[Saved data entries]

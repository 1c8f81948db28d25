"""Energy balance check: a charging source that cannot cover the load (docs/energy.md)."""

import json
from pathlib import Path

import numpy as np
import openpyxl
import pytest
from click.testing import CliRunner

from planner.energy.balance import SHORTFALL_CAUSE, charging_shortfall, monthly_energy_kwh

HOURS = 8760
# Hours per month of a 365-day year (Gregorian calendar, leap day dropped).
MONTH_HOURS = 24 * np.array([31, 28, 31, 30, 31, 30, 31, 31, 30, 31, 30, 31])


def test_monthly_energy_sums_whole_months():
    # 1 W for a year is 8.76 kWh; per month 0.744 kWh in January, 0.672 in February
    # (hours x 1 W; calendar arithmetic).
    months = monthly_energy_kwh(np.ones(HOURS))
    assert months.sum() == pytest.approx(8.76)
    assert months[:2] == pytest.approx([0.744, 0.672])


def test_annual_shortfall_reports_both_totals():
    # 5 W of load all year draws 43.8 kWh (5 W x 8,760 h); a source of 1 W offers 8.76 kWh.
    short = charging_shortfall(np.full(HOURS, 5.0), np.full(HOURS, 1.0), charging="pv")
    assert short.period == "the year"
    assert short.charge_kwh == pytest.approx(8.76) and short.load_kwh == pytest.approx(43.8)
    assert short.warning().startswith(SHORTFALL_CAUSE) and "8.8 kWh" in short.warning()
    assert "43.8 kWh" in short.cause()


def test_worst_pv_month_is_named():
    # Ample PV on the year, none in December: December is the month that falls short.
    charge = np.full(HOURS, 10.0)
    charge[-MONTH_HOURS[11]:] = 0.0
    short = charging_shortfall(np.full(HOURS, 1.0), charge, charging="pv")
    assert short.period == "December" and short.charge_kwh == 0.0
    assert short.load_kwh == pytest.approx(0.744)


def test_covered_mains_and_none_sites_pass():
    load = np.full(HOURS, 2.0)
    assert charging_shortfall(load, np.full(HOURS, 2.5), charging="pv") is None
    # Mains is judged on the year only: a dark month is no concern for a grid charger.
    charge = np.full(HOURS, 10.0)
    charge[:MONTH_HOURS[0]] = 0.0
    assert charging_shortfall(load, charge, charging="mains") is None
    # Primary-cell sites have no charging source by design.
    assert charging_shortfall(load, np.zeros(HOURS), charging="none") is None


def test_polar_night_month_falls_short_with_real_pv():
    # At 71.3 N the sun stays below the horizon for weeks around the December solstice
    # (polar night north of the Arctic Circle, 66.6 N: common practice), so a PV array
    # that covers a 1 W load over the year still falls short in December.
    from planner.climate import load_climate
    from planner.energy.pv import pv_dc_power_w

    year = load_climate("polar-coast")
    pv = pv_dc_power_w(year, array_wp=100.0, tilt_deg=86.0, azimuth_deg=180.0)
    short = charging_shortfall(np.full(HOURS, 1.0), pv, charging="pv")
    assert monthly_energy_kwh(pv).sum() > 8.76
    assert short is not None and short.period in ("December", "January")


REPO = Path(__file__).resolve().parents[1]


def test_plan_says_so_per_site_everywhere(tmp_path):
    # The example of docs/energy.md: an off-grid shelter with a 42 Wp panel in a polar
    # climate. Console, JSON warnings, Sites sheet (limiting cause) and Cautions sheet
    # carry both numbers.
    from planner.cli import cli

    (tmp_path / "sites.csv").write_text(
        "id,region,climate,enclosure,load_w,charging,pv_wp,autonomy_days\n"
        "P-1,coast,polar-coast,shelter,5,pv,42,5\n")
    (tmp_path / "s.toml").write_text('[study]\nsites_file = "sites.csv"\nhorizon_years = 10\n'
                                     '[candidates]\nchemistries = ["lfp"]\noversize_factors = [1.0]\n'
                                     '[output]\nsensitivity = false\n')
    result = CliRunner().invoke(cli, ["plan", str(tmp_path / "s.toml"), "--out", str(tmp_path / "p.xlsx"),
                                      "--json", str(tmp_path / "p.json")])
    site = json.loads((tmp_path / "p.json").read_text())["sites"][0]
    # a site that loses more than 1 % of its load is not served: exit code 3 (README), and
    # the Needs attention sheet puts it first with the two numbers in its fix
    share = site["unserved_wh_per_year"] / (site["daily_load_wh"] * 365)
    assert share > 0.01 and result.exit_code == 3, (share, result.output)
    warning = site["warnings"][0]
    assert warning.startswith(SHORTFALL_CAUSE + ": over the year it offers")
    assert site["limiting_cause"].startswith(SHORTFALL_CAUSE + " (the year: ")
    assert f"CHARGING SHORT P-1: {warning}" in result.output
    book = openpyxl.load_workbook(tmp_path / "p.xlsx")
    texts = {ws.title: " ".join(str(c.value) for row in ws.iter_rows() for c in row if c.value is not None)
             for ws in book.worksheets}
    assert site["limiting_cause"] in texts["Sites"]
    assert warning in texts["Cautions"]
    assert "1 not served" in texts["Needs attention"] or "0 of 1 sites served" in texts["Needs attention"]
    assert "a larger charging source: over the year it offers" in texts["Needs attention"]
==
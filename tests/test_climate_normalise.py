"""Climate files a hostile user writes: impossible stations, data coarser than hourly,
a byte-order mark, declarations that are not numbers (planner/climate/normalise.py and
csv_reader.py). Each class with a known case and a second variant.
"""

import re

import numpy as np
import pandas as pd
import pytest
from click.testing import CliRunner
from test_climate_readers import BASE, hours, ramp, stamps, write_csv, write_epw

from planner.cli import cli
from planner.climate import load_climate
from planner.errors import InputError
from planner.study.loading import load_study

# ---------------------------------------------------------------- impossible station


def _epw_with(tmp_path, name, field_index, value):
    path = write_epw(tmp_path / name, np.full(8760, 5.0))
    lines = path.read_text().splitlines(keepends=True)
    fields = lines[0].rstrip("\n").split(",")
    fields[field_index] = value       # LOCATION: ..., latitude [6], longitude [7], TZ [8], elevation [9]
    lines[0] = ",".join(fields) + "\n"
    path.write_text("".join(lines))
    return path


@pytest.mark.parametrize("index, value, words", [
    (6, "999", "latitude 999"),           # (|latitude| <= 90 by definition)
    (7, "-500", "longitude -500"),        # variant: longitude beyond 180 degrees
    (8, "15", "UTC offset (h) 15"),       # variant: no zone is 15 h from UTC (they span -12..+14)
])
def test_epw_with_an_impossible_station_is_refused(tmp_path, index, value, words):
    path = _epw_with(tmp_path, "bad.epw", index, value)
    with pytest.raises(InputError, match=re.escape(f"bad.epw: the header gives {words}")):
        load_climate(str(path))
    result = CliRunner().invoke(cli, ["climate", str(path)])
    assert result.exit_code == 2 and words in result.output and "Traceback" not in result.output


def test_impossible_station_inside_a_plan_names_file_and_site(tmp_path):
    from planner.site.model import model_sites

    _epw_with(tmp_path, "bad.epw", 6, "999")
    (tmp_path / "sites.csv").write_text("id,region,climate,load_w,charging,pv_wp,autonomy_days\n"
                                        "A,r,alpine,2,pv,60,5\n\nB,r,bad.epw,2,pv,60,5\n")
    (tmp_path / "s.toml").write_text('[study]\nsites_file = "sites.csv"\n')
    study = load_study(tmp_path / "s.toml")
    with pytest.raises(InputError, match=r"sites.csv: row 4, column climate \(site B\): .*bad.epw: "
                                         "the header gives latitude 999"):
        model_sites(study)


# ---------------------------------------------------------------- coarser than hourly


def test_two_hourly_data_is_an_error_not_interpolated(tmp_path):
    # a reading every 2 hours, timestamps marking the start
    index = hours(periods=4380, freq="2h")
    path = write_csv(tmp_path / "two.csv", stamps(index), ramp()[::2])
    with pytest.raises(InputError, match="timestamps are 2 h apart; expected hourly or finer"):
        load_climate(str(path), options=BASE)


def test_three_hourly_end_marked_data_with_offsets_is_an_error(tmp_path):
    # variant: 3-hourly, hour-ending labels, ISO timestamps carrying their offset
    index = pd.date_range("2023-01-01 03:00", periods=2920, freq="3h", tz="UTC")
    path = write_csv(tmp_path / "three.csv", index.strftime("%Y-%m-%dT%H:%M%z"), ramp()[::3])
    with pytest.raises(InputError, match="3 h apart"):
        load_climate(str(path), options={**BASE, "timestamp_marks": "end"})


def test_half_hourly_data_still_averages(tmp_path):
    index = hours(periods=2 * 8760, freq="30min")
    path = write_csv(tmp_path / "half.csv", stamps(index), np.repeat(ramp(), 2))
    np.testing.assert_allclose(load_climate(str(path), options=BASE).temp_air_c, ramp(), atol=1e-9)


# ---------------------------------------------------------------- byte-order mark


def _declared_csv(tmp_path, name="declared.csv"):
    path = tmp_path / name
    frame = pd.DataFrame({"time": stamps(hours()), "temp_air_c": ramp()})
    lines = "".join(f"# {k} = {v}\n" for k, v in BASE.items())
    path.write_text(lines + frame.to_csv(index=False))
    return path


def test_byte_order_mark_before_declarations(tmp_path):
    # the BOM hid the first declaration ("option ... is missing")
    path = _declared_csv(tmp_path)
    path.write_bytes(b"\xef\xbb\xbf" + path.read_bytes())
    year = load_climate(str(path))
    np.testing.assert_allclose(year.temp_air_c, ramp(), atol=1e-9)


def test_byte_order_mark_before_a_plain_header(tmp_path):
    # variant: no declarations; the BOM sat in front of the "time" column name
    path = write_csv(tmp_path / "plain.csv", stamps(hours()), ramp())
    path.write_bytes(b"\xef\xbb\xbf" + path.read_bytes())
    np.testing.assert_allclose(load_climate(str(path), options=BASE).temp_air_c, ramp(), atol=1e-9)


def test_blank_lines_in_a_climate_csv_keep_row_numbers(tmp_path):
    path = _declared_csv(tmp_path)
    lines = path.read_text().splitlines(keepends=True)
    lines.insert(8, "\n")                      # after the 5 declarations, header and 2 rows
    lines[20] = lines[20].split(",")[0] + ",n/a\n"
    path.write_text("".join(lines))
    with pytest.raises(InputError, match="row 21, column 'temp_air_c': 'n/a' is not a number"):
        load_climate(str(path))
* * *
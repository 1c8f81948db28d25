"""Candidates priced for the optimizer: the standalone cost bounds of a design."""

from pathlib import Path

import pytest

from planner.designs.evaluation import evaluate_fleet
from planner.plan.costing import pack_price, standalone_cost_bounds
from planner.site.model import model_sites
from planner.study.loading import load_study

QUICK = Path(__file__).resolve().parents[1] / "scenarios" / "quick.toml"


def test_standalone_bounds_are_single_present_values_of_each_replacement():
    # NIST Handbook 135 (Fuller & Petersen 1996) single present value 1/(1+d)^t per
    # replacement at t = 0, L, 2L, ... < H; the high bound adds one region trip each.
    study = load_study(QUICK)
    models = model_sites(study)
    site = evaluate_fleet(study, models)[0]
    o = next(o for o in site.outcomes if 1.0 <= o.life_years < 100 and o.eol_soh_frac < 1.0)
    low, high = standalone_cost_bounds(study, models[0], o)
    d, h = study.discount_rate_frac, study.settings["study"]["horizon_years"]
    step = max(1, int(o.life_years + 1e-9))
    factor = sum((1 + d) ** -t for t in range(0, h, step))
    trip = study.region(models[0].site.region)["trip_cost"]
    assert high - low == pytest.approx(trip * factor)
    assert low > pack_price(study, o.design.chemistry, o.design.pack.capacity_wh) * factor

> [EXERCISE] Write out each line above that contains the word "CliRunner".

> [THE COMPLETED TASK]
from click.testing import CliRunner
    result = CliRunner().invoke(cli, ["plan", str(tmp_path / "s.toml"), "--out", str(tmp_path / "p.xlsx"),
from click.testing import CliRunner
    result = CliRunner().invoke(cli, ["climate", str(path)])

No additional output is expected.